1.) A method is recursive if it can call itself; either directly:

void f() {
   ... f() ... 
}

or indirectly:

void f() {
    ... g() ...
}

void g() {
   ... f() ...
}

2.) When to use recursion

Q: Does using recursion usually make your code faster? 
A: No.
Q: Does using recursion usually use less memory? 
A: No.
Q: Then why use recursion? 
A: It sometimes makes your code much simpler!

3.) People use recursion only when it is very complex to write iterative code. For example, tree traversal techniques like preorder, postorder can be made both iterative and recursive. But usually we use recursive because of its simplicity.

To recurse on a solved problem: do nothing, you're done.
To recurse on an open problem: do the next step, then recurse on the rest.
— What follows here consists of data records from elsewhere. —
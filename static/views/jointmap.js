// The joint map: a plane through joint space over two chosen joints, with the
// cell's obstacle regions (one colour per obstacle, self collision shaded
// dark, clearance shaded grey: a picture drawn by the server), the joint-limit box, the current
// configuration and a marker for every inverse kinematics solution of the
// target, styled by arm branch. Clicking or dragging sets the two joints;
// clicking a marker takes that solution.
//
// The regions, axes and limit box are a base figure drawn only when a new map
// arrives; markers and the current configuration are a light top figure over
// it (same plot area) restyled in place, so a drag costs one small update per
// answer and never redraws the regions.

/* global Plotly */

import { sequenceKey, sequenceTraces } from "../sequencecurve.js";
import { currentArmSeverity, levelColour } from "../severity.js";
import { attachDrag, dataFromPointer, draw, gridImage, layout2d, pointerFromData, topLayout } from "./plotting.js";
import { frameScheduler } from "./frame.js";
import { branchHeading, branchPartsText, sameBranch } from "../branches.js";
import { branchStyle, regionColour } from "../palette.js";
import { clamp, formatJoint } from "../units.js";
import { axesExist, mapAxes, mapValues, solutionValue } from "../mapaxes.js";
import { shownTarget } from "../selection.js";

const PICK_RADIUS_PX = 12;

function axisTitle(joint) {
  return `${joint.name} (${joint.unit})`;
}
A recursive function is a function that contains a call to itself. A recursive struct is a struct that contains an instance of itself. You can combine the two as a recursive class. The key part of a recursive item is that it contains an instance/call of itself.

Consider two mirrors facing each other. We've seen the neat infinity effect they make. Each reflection is an instance of a mirror, which is contained within another instance of a mirror, etc. The mirror containing a reflection of itself is recursion.

A binary search tree is a good programming example of recursion. The structure is recursive with each Node containing 2 instances of a Node. Functions to work on a binary search tree are also recursive.

In plain English, recursion means to repeat someting again and again.

In programming one example is of calling the function within itself .

Look on the following example of calculating factorial of a number:

public int fact(int n)
{
    if (n==0) return 1;
    else return n*fact(n-1)
}

"If I have a hammer, make everything look like a nail."

Recursion is a problem-solving strategy for huge problems, where at every step just, "turn 2 small things into one bigger thing," each time with the same hammer.

Example

Suppose your desk is covered with a disorganized mess of 1024 papers. How do you make one neat, clean stack of papers from the mess, using recursion?

1. Divide: Spread all the sheets out, so you have just one sheet in each "stack".
2. Conquer:
   2. Go around, putting each sheet on top of one other sheet. You now have stacks of 2.
   3. Go around, putting each 2-stack on top of another 2-stack. You now have stacks of 4.
   4. Go around, putting each 4-stack on top of another 4-stack. You now have stacks of 8.
   5. ... on and on ...
   6. You now have one huge stack of 1024 sheets!

Notice that this is pretty intuitive, aside from counting everything (which isn't strictly necessary). You might not go all the way down to 1-sheet stacks, in reality, but you could and it would still work. The important part is the hammer: With your arms, you can always put one stack on top of the other to make a bigger stack, and it doesn't matter (within reason) how big either stack is.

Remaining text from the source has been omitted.